Voters have very short memories, too much social media use that shortens their attention span. When New Labour were in power they complained for over a decade there was no difference between Labour and the Conservatives. There is a fag paper ( Rizla) between them they used to cry. What do they think is going to happen if Starmer wins ? They’ll continue to write each other’s manifestos and raise money from idiots who actually believe they are fighting against each other. Who Keep throwing money at them to keep their Monopoly perch and middleman cut.
While democracy and society burns all around them and trust in government declines every passing day. With millions of pensioners who couldn’t afford to save while working. Who were part of the ever growing class the working poor. Some working 2 or 3 low paid jobs to.pay the bills. Have to decide between heating or food in the winter and end up at food banks in the richest countries in the world.
All on the false belief that a government pension is an “affordability” problem and that HM Treasury has run out of keystrokes. Keystrokes that have been replaced by endless loops of charity porn streaming from every TV set in the country. From Dogs for the blind to homeless children and cancer care. With not one section of society untouched by the charity replacement therapy of the missing keystrokes myth.

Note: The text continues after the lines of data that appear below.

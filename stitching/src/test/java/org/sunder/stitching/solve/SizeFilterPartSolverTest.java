package org.sunder.stitching.solve;

import static org.junit.jupiter.api.Assertions.assertArrayEquals;
import static org.junit.jupiter.api.Assertions.assertTrue;

import java.util.Arrays;
import java.util.Random;
import org.junit.jupiter.api.Test;
import org.sunder.blockwise.SunderException;
import org.sunder.blockwise.collections.UnionFind;
import org.sunder.blockwise.graph.EdgeStatistics;
import org.sunder.blockwise.grid.BlockGrid;
import org.sunder.blockwise.grid.IdLayout;
import org.sunder.blockwise.partition.agglomeration.Linkage;
import org.sunder.blockwise.partition.sizefilter.SizeFilter;
import org.sunder.blockwise.partition.sizefilter.SizeFilteredPartitioner.CannotLink;
import org.sunder.stitching.RandomReducedGraphs;

/**
 * The size filter by parts ({@link SizeFilterPartSolver}) gives the single-level filter's
 * groups (as {@link FinalSizeFilter} runs it: segments in the order of their smallest
 * provisional id) at every number of levels, on random reduced graphs whose segments span
 * blocks. Statistics are multiples of 1/4, so sums are exact in any order and ties frequent.
 */
class SizeFilterPartSolverTest {

  /** A random segmentation of a reduced graph's nodes: pieces joined along some pairs. */
  private record Case(ReducedGraph graph, EdgeStatistics pairs, int[] segment, long[] sizes) {}

  private static Case randomCase(Random random, BlockGrid grid, IdLayout layout, int minSize) {
    ReducedGraph graph = RandomReducedGraphs.graph(grid, layout, random, false,
        2 + random.nextInt(10), 1 + random.nextInt(3));
    EdgeStatistics e = graph.edges();
    int m = e.size();
    long[] u = new long[m];
    long[] v = new long[m];
    double[] sum = new double[m];
    long[] count = new long[m];
    double[] min = new double[m];
    double[] max = new double[m];
    for (int i = 0; i < m; i++) {
      u[i] = e.u(i);
      v[i] = e.v(i);
      count[i] = e.count(i);
      min[i] = Math.round(4 * e.min(i)) / 4.0;
      max[i] = Math.max(min[i], Math.round(4 * e.max(i)) / 4.0);
      sum[i] = Math.round(4 * e.sum(i)) / 4.0;
    }
    EdgeStatistics pairs = EdgeStatistics.of(u, v, sum, count, min, max);
    int n = graph.nodeCount();
    int[] parent = new int[n];
    for (int i = 0; i < n; i++) {
      parent[i] = i;
    }
    for (int i = 0; i < pairs.size(); i++) {
      if (pairs.sum(i) > 0 && random.nextInt(3) > 0) {
        int a = UnionFind.root(parent, (int) pairs.u(i));
        int b = UnionFind.root(parent, (int) pairs.v(i));
        parent[Math.max(a, b)] = Math.min(a, b);
      }
    }
    // some pieces joined without a pair between them (as pieces joined across a face by
    // continued voxel pairs alone): only their joined rows tell a part they are one segment
    for (int k = 0; k < n / 10; k++) {
      int a = UnionFind.root(parent, random.nextInt(n));
      int b = UnionFind.root(parent, random.nextInt(n));
      parent[Math.max(a, b)] = Math.min(a, b);
    }
    int[] segment = new int[n];
    long[] sizes = new long[n];
    for (int i = 0; i < n; i++) {
      segment[i] = UnionFind.root(parent, i);
      sizes[i] = random.nextInt(4) == 0 ? minSize / 2 + random.nextInt(2 * minSize)
          : 1 + random.nextInt(minSize / 3);
    }
    return new Case(graph, pairs, segment, sizes);
  }

  /** The single-level filter, per node its group (canonical). */
  private static int[] singleLevel(Case c, SizeFilter filter, CannotLink cannotLink) {
    int n = c.segment.length;
    // segments in the order of their smallest node (the segment's root is its smallest node)
    int[] position = new int[n];
    Arrays.fill(position, -1);
    int count = 0;
    for (int i = 0; i < n; i++) {
      if (c.segment[i] == i) {
        position[i] = count++;
      }
    }
    long[] sizes = new long[count];
    for (int i = 0; i < n; i++) {
      sizes[position[c.segment[i]]] += c.sizes[i];
    }
    int m = c.pairs.size();
    long[] u = new long[m];
    long[] v = new long[m];
    for (int i = 0; i < m; i++) {
      u[i] = position[c.segment[(int) c.pairs.u(i)]] + 1;
      v[i] = position[c.segment[(int) c.pairs.v(i)]] + 1;
    }
    EdgeStatistics statistics = EdgeStatistics.of(u, v, c.pairs.copySum(), c.pairs.copyCount(),
        c.pairs.copyMin(), c.pairs.copyMax());
    int[] group = filter.groups(sizes, statistics,
        org.sunder.blockwise.partition.sizefilter.SizeFilteredPartitioner.cannotLinkFlags(
            cannotLink, statistics, Linkage.SUM), null);
    int[] out = new int[n];
    for (int i = 0; i < n; i++) {
      out[i] = group[position[c.segment[i]]];
    }
    return RandomReducedGraphs.canonical(out);
  }

  private static SolveEdges rows(Case c) {
    long[] ids = c.graph.nodeIds();
    SolveEdges rows = new SolveEdges(16);
    for (int i = 0; i < ids.length; i++) {
      long rank = ids[c.segment[i]];
      SizeFilterPartSolver.addNode(rows, ids[i], c.sizes[i], rank);
      if (c.segment[i] != i) {
        SizeFilterPartSolver.addJoined(rows, ids[i], rank);
      }
    }
    for (int i = 0; i < c.pairs.size(); i++) {
      long a = ids[(int) c.pairs.u(i)];
      long b = ids[(int) c.pairs.v(i)];
      LinkagePartSolver.addPair(rows, a, b, c.pairs.sum(i), c.pairs.count(i), c.pairs.min(i),
          c.pairs.max(i), Math.min(a, b), Math.max(a, b));
    }
    return rows;
  }

  private static int[] groupsOf(HierarchicalSolve.Result result, long[] ids) {
    long[] reps = result.representatives().resolve(ids);
    int[] out = new int[ids.length];
    for (int i = 0; i < ids.length; i++) {
      int r = Arrays.binarySearch(ids, reps[i]);
      assertTrue(r >= 0 && r <= i, "node " + i + " has representative " + reps[i]);
      out[i] = r;
    }
    return RandomReducedGraphs.canonical(out);
  }

  @Test
  void everyNumberOfLevelsGivesTheSingleLevelFilter() {
    Random random = new Random(97);
    int withLevels = 0;
    long decidedBelowDriver = 0;
    for (int trial = 0; trial < 150; trial++) {
      BlockGrid grid = RandomReducedGraphs.grid(2 + random.nextInt(5), 1 + random.nextInt(4),
          1 + random.nextInt(3));
      IdLayout layout = IdLayout.forGrid(grid);
      int minSize = 12 + random.nextInt(20);
      Case c = randomCase(random, grid, layout, minSize);
      SizeFilter filter = new SizeFilter(minSize, Linkage.MEAN,
          SizeFilter.Rule.values()[trial % 2]);
      CannotLink cannotLink = trial % 3 == 0 ? CannotLink.REPULSIVE_EDGE : CannotLink.NONE;
      int[] expected = singleLevel(c, filter, cannotLink);
      SolveEdges rows = rows(c);
      SizeFilterPartSolver solver = new SizeFilterPartSolver(filter, cannotLink, Linkage.SUM);
      SuperBlocks superBlocks = new SuperBlocks(grid, layout, 2);
      long[] ids = c.graph.nodeIds();
      for (long bound = 1; ; bound *= 3) {
        HierarchicalSolve.Result result;
        try {
          result = HierarchicalSolve.run(superBlocks, rows, bound, solver, null);
        } catch (SunderException tooLarge) {
          continue;
        }
        assertArrayEquals(expected, groupsOf(result, ids), "trial " + trial + ", bound "
            + bound + ", " + result.levels().size() + " levels");
        if (!result.levels().isEmpty()) {
          withLevels++;
          decidedBelowDriver += result.levels().get(0).decidedEdges();
        }
        if (result.levels().isEmpty()) {
          break;
        }
      }
    }
    assertTrue(withLevels > 100, withLevels + " solves with levels");
    assertTrue(decidedBelowDriver > 0, "no part decided anything below the driver");
  }
}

Another middleman that needs to be cut. The charity middleman who stands inbetween the issuer of the currency and those who need it. That serves no purpose other than ease the conscious of the parasite class. Who instead of investing in charity porn, should be marching on Parliament demanding that they find the missing keystrokes.
Millions of pensioners without any savings is just the tip of the iceberg and will keep the “pragmatic” approach of food banks as an ever growing scar on the political landscape. A scar that destroys democracy and trust in governments and divides society like a carving knife. That’s more divided and entrenched than ever. When the right scream Marxist and the left scream Fascist and millions suffer.
How quickly food banks are accepted as a normal circumstance and not unusual at all. Are now just part of the rent seeking furniture as if they have been there all along. Very similar to the scene in the film the Beach when the guys got attacked by a shark. We’re moved into a tent outside of the house to be out of sight and out of mind while the rest carried on as normal. Rather than have to deal with guilt and suffering and that’s the paradise of the “pragmatic” approach of neoliberal globalism. How the Oxbridge set deal with it.
Derek Henry
December 20, 2021 at 12:59
*When you contribute to a pension it is designed to take our spending power away to make room in the economy to allow those who receive a pension to buy their goods and services that helps with the inflation problem.*
The contributions work like a tax. To stop competition between workers and the retired over the goods and services on offer and helps to stops both competing and driving prices up. If there are not enough goods and services to go around.
Stopping the contribution part that creates the room in economy will probably end up being a productivity story. If it is possible at all that is.